### EXERCISE AIM
In this exercise, return each entry exactly as given.

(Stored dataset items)
===============

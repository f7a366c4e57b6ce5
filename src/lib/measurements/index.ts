/**
 * Measurements: kinds and units, reading uploads, holding runs against them, the re-aeration
 * analysis and CSV exports. Pure TypeScript, used by the browser and the server alike.
 */
export * from './kinds.js';
export * from './csv.js';
export * from './compare.js';
export * from './reaeration.js';
export * from './export.js';
export { studentTQuantile, studentTCdf } from './stats.js';
export * from './upload.js';
export * from './case-json.js';
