/**
 * The re-aeration analysis of a batch run's own dissolved-oxygen series, as the product analyses an
 * uploaded test (ASCE/EWRI 2-06): fit all points, keep those between 20 % and 98 % of C∞, fit again,
 * then kLa20, C∞20 and SOTR for the run's liquid volume. Beside it, what the fit implies for the
 * column: the effective saturation depth and the standard oxygen transfer efficiency.
 *
 * SI throughout: s, kg/m³, 1/s, m, kg/s, Pa.
 */
import type { CaseDocument } from '$solver/case';
import { gasMassFlux } from '$solver/derived';
import { bensonKrauseWaterVapourPressurePa, effectiveSaturationDepthM, solutes } from '$solver/correlations/solubility';
import { analyseReaeration, fitReaeration, truncateReaerationSeries, type ReaerationAnalysis } from './reaeration.js';

export interface RunReaeration {
	analysis: ReaerationAnalysis;
	/** the points the final fit used (20 %–98 % of the first fit's C∞) */
	fitted: { timeS: number[]; concentrationKgM3: number[] };
	truncation: { kept: number; of: number };
	liquidVolumeM3: number;
	/** depth below the surface at which the gas fed is in equilibrium with the fitted C∞, m (NaN without a surface saturation) */
	effectiveSaturationDepthM: number;
	/** SOTR of the fit ÷ oxygen mass flow fed, % */
	sotePercent: number;
}

export type RunReaerationResult = { ok: true; result: RunReaeration } | { ok: false; message: string };

/** The series of a batch oxygen run, analysed; null when the run has no oxygen series (another solute, or not batch). */
export function analyseRunReaeration(o: {
	doc: CaseDocument;
	series: { timeS: number[]; concentrationKgM3: number[] } | undefined;
	/** saturation with the gas fed at the top pressure (the run's design number), kg/m³ */
	surfaceSaturationKgM3?: number;
}): RunReaerationResult | null {
	const { doc, series } = o;
	if (!series || doc.transfer.mode !== 'batch' || doc.transfer.solute !== 'oxygen') return null;
	const first = fitReaeration(series);
	if (!first.ok) return first;
	const kept = truncateReaerationSeries({ ...series, saturationKgM3: first.fit.saturationKgM3.value });
	// too few points between 20 % and 98 % (a short run): keep them all rather than fail
	const used = kept.timeS.length >= 6 ? kept : { timeS: series.timeS, concentrationKgM3: series.concentrationKgM3 };
	const areaM2 = (Math.PI * doc.geometry.diameterM ** 2) / 4;
	const liquidVolumeM3 = areaM2 * doc.geometry.clearLiquidLevelM;
	const topPa = doc.fluids.topPressurePa;
	const a = analyseReaeration({ ...used, temperatureK: doc.fluids.temperatureK, liquidVolumeM3, barometricPressurePa: topPa });
	if (!a.ok) return a;
	const pw = doc.transfer.gasHumidity === 'saturated' ? bensonKrauseWaterVapourPressurePa(doc.fluids.temperatureK) : 0;
	const surface = o.surfaceSaturationKgM3 ?? Number.NaN;
	const depth = effectiveSaturationDepthM({ equilibriumKgM3: a.analysis.fit.saturationKgM3.value, surfaceSaturationKgM3: surface, topPressurePa: topPa, vapourPressurePa: pw, liquidDensityKgM3: doc.fluids.liquid.densityKgM3 });
	const oxygenFedKgS = ((doc.transfer.inletGasMoleFraction * gasMassFlux(doc) * solutes.oxygen.molarMassKgMol) / doc.fluids.gas.molarMassKgMol) * areaM2;
	return {
		ok: true,
		result: {
			analysis: a.analysis,
			fitted: { timeS: Array.from(used.timeS), concentrationKgM3: Array.from(used.concentrationKgM3) },
			truncation: { kept: used.timeS.length, of: series.timeS.length },
			liquidVolumeM3,
			effectiveSaturationDepthM: depth,
			sotePercent: oxygenFedKgS > 0 ? (100 * a.analysis.sotrKgS.value) / oxygenFedKgS : Number.NaN
		}
	};
}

===============

### YOUR SOLUTION
repository f7a366c4e57b6ce5
filename src/lib/measurements/index.ts
/**
 * Measurements: kinds and units, reading uploads, holding runs against them, the re-aeration
 * analysis and CSV exports. Pure TypeScript, used by the browser and the server alike.
 */
export * from './kinds.js';
export * from './csv.js';
export * from './compare.js';
export * from './reaeration.js';
export * from './export.js';
export { studentTQuantile, studentTCdf } from './stats.js';
export * from './upload.js';
export * from './case-json.js';
/**
 * The re-aeration analysis of a batch run's own dissolved-oxygen series, as the product analyses an
 * uploaded test (ASCE/EWRI 2-06): fit all points, keep those between 20 % and 98 % of C∞, fit again,
 * then kLa20, C∞20 and SOTR for the run's liquid volume. Beside it, what the fit implies for the
 * column: the effective saturation depth and the standard oxygen transfer efficiency.
 *
 * SI throughout: s, kg/m³, 1/s, m, kg/s, Pa.
 */
import type { CaseDocument } from '$solver/case';
import { gasMassFlux } from '$solver/derived';
import { bensonKrauseWaterVapourPressurePa, effectiveSaturationDepthM, solutes } from '$solver/correlations/solubility';
import { analyseReaeration, fitReaeration, truncateReaerationSeries, type ReaerationAnalysis } from './reaeration.js';

export interface RunReaeration {
	analysis: ReaerationAnalysis;
	/** the points the final fit used (20 %–98 % of the first fit's C∞) */
	fitted: { timeS: number[]; concentrationKgM3: number[] };
	truncation: { kept: number; of: number };
	liquidVolumeM3: number;
	/** depth below the surface at which the gas fed is in equilibrium with the fitted C∞, m (NaN without a surface saturation) */
	effectiveSaturationDepthM: number;
	/** SOTR of the fit ÷ oxygen mass flow fed, % */
	sotePercent: number;
}

export type RunReaerationResult = { ok: true; result: RunReaeration } | { ok: false; message: string };

/** The series of a batch oxygen run, analysed; null when the run has no oxygen series (another solute, or not batch). */
export function analyseRunReaeration(o: {
	doc: CaseDocument;
	series: { timeS: number[]; concentrationKgM3: number[] } | undefined;
	/** saturation with the gas fed at the top pressure (the run's design number), kg/m³ */
	surfaceSaturationKgM3?: number;
}): RunReaerationResult | null {
	const { doc, series } = o;
	if (!series || doc.transfer.mode !== 'batch' || doc.transfer.solute !== 'oxygen') return null;
	const first = fitReaeration(series);
	if (!first.ok) return first;
	const kept = truncateReaerationSeries({ ...series, saturationKgM3: first.fit.saturationKgM3.value });
	// too few points between 20 % and 98 % (a short run): keep them all rather than fail
	const used = kept.timeS.length >= 6 ? kept : { timeS: series.timeS, concentrationKgM3: series.concentrationKgM3 };
	const areaM2 = (Math.PI * doc.geometry.diameterM ** 2) / 4;
	const liquidVolumeM3 = areaM2 * doc.geometry.clearLiquidLevelM;
	const topPa = doc.fluids.topPressurePa;
	const a = analyseReaeration({ ...used, temperatureK: doc.fluids.temperatureK, liquidVolumeM3, barometricPressurePa: topPa });
	if (!a.ok) return a;
	const pw = doc.transfer.gasHumidity === 'saturated' ? bensonKrauseWaterVapourPressurePa(doc.fluids.temperatureK) : 0;
	const surface = o.surfaceSaturationKgM3 ?? Number.NaN;
	const depth = effectiveSaturationDepthM({ equilibriumKgM3: a.analysis.fit.saturationKgM3.value, surfaceSaturationKgM3: surface, topPressurePa: topPa, vapourPressurePa: pw, liquidDensityKgM3: doc.fluids.liquid.densityKgM3 });
	const oxygenFedKgS = ((doc.transfer.inletGasMoleFraction * gasMassFlux(doc) * solutes.oxygen.molarMassKgMol) / doc.fluids.gas.molarMassKgMol) * areaM2;
	return {
		ok: true,
		result: {
			analysis: a.analysis,
			fitted: { timeS: Array.from(used.timeS), concentrationKgM3: Array.from(used.concentrationKgM3) },
			truncation: { kept: used.timeS.length, of: series.timeS.length },
			liquidVolumeM3,
			effectiveSaturationDepthM: depth,
			sotePercent: oxygenFedKgS > 0 ? (100 * a.analysis.sotrKgS.value) / oxygenFedKgS : Number.NaN
		}
	};
}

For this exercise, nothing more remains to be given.